[Opening DATA PROVIDED section]

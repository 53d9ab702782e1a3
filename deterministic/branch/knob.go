package branch

import (
	"fmt"
	"math"
	"slices"
	"strings"

	"holdfast/model"
)

// knobKind is what a knob turns.
type knobKind uint8

const (
	constantKnob knobKind = iota // a constant, or a product of several
	copiesKnob
	totalKnob
)

// A Knob is a quantity of a network with the range it is turned over.
//
// A product of constants is turned by scaling each of them by the same factor.
// Copies are turned with amounts at the start held, a total by itself with the
// other totals held; a total is in molecules.
type Knob struct {
	Name      string
	Low, High float64

	kind      knobKind
	constants []int
	total     int
}

// copiesName and totalName are what the knobs that are no constants are called;
// where there are several totals a number follows, from 1 in the order of
// Network.Conserved. A constant of the same name goes before.
const (
	copiesName = "copies"
	totalName  = "total"
)

// NewKnob gives the knob of that name on the network: a constant ("leak"), a
// product of constants ("a*b"), "copies", or a conserved total ("total", or
// "total1", "total2", … where there are several, in the order of
// Network.Conserved). Low and High bound its range, both included.
//
// Errors are *UnknownKnobError, *RangeError, *ProductError.
func NewKnob(n *model.Network, name string, low, high float64) (Knob, error) {
	k, err := namedKnob(n, name)
	if err != nil {
		return Knob{}, err
	}
	k.Low, k.High = low, high
	return k, k.check(n)
}

func namedKnob(n *model.Network, name string) (Knob, error) {
	k := Knob{Name: name}
	if i := n.ConstantIndex(name); i >= 0 {
		k.constants = []int{i}
		return k, nil
	}
	if name == copiesName {
		k.kind = copiesKnob
		return k, nil
	}
	if i := slices.Index(totalNames(n), name); i >= 0 {
		k.kind, k.total = totalKnob, i
		return k, nil
	}
	for part := range strings.SplitSeq(name, "*") {
		i := n.ConstantIndex(strings.TrimSpace(part))
		if i < 0 {
			return Knob{}, &UnknownKnobError{strings.TrimSpace(part), knobNames(n)}
		}
		if slices.Contains(k.constants, i) {
			return Knob{}, &ProductError{name, fmt.Sprintf("%s stands in it twice", n.Constants[i].Name)}
		}
		k.constants = append(k.constants, i)
	}
	return k, nil
}

// totalNames gives the names of the knobs that turn conserved totals.
func totalNames(n *model.Network) []string {
	count := len(n.Conserved())
	if count == 1 {
		return []string{totalName}
	}
	out := make([]string, count)
	for i := range out {
		out[i] = fmt.Sprintf("%s%d", totalName, i+1)
	}
	return out
}

// knobNames lists what can be turned, products left out.
func knobNames(n *model.Network) []string {
	var out []string
	for _, c := range n.Constants {
		out = append(out, c.Name)
	}
	return append(append(out, copiesName), totalNames(n)...)
}

// check sees that the range is one that the knob can be turned over.
func (k Knob) check(n *model.Network) error {
	problem := ""
	switch {
	case math.IsNaN(k.Low) || math.IsInf(k.Low, 0) || math.IsNaN(k.High) || math.IsInf(k.High, 0):
		problem = "both ends must be finite numbers"
	case k.Low > k.High:
		problem = fmt.Sprintf("the range is the wrong way round; write %g:%g", k.High, k.Low)
	case k.Low == k.High:
		problem = "the range is empty; give two different ends"
	case k.Low < 0:
		problem = "the range must not go below 0"
	case k.Low == 0 && k.kind == copiesKnob:
		problem = "copies must stay above 0"
	case k.Low == 0 && len(k.constants) > 1:
		problem = "the range of a product must stay above 0"
	}
	if problem != "" {
		return &RangeError{k.Name, k.Low, k.High, problem}
	}
	if len(k.constants) < 2 {
		return nil
	}
	for _, c := range k.constants {
		if n.Constants[c].Value == 0 {
			return &ProductError{k.Name, fmt.Sprintf("%s is 0 today, and a product is turned by scaling each of its constants", n.Constants[c].Name)}
		}
	}
	return nil
}

// Today gives the knob's value on the network as it is bound.
func (k Knob) Today(n *model.Network) float64 {
	switch k.kind {
	case copiesKnob:
		return n.Copies
	case totalKnob:
		return float64(n.Conserved()[k.total].Value)
	}
	product := 1.0
	for _, c := range k.constants {
		product *= n.Constants[c].Value
	}
	return product
}

// shares tells whether two knobs turn the same thing.
func (k Knob) shares(o Knob) bool {
	if k.kind != o.kind {
		return false
	}
	switch k.kind {
	case copiesKnob:
		return true
	case totalKnob:
		return k.total == o.total
	}
	return slices.ContainsFunc(k.constants, func(c int) bool { return slices.Contains(o.constants, c) })
}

[Closing DATA PROVIDED section]

Copy out the entries. Leave every line exactly as it is.

repository 53d9ab702782e1a3
filename deterministic/branch/knob.go
package branch

import (
	"fmt"
	"math"
	"slices"
	"strings"

	"holdfast/model"
)

// knobKind is what a knob turns.
type knobKind uint8

const (
	constantKnob knobKind = iota // a constant, or a product of several
	copiesKnob
	totalKnob
)

// A Knob is a quantity of a network with the range it is turned over.
//
// A product of constants is turned by scaling each of them by the same factor.
// Copies are turned with amounts at the start held, a total by itself with the
// other totals held; a total is in molecules.
type Knob struct {
	Name      string
	Low, High float64

	kind      knobKind
	constants []int
	total     int
}

// copiesName and totalName are what the knobs that are no constants are called;
// where there are several totals a number follows, from 1 in the order of
// Network.Conserved. A constant of the same name goes before.
const (
	copiesName = "copies"
	totalName  = "total"
)

// NewKnob gives the knob of that name on the network: a constant ("leak"), a
// product of constants ("a*b"), "copies", or a conserved total ("total", or
// "total1", "total2", … where there are several, in the order of
// Network.Conserved). Low and High bound its range, both included.
//
// Errors are *UnknownKnobError, *RangeError, *ProductError.
func NewKnob(n *model.Network, name string, low, high float64) (Knob, error) {
	k, err := namedKnob(n, name)
	if err != nil {
		return Knob{}, err
	}
	k.Low, k.High = low, high
	return k, k.check(n)
}

func namedKnob(n *model.Network, name string) (Knob, error) {
	k := Knob{Name: name}
	if i := n.ConstantIndex(name); i >= 0 {
		k.constants = []int{i}
		return k, nil
	}
	if name == copiesName {
		k.kind = copiesKnob
		return k, nil
	}
	if i := slices.Index(totalNames(n), name); i >= 0 {
		k.kind, k.total = totalKnob, i
		return k, nil
	}
	for part := range strings.SplitSeq(name, "*") {
		i := n.ConstantIndex(strings.TrimSpace(part))
		if i < 0 {
			return Knob{}, &UnknownKnobError{strings.TrimSpace(part), knobNames(n)}
		}
		if slices.Contains(k.constants, i) {
			return Knob{}, &ProductError{name, fmt.Sprintf("%s stands in it twice", n.Constants[i].Name)}
		}
		k.constants = append(k.constants, i)
	}
	return k, nil
}

// totalNames gives the names of the knobs that turn conserved totals.
func totalNames(n *model.Network) []string {
	count := len(n.Conserved())
	if count == 1 {
		return []string{totalName}
	}
	out := make([]string, count)
	for i := range out {
		out[i] = fmt.Sprintf("%s%d", totalName, i+1)
	}
	return out
}

// knobNames lists what can be turned, products left out.
func knobNames(n *model.Network) []string {
	var out []string
	for _, c := range n.Constants {
		out = append(out, c.Name)
	}
	return append(append(out, copiesName), totalNames(n)...)
}

// check sees that the range is one that the knob can be turned over.
func (k Knob) check(n *model.Network) error {
	problem := ""
	switch {
	case math.IsNaN(k.Low) || math.IsInf(k.Low, 0) || math.IsNaN(k.High) || math.IsInf(k.High, 0):
		problem = "both ends must be finite numbers"
	case k.Low > k.High:
		problem = fmt.Sprintf("the range is the wrong way round; write %g:%g", k.High, k.Low)
	case k.Low == k.High:
		problem = "the range is empty; give two different ends"
	case k.Low < 0:
		problem = "the range must not go below 0"
	case k.Low == 0 && k.kind == copiesKnob:
		problem = "copies must stay above 0"
	case k.Low == 0 && len(k.constants) > 1:
		problem = "the range of a product must stay above 0"
	}
	if problem != "" {
		return &RangeError{k.Name, k.Low, k.High, problem}
	}
	if len(k.constants) < 2 {
		return nil
	}
	for _, c := range k.constants {
		if n.Constants[c].Value == 0 {
			return &ProductError{k.Name, fmt.Sprintf("%s is 0 today, and a product is turned by scaling each of its constants", n.Constants[c].Name)}
		}
	}
	return nil
}

// Today gives the knob's value on the network as it is bound.
func (k Knob) Today(n *model.Network) float64 {
	switch k.kind {
	case copiesKnob:
		return n.Copies
	case totalKnob:
		return float64(n.Conserved()[k.total].Value)
	}
	product := 1.0
	for _, c := range k.constants {
		product *= n.Constants[c].Value
	}
	return product
}

// shares tells whether two knobs turn the same thing.
func (k Knob) shares(o Knob) bool {
	if k.kind != o.kind {
		return false
	}
	switch k.kind {
	case copiesKnob:
		return true
	case totalKnob:
		return k.total == o.total
	}
	return slices.ContainsFunc(k.constants, func(c int) bool { return slices.Contains(o.constants, c) })
}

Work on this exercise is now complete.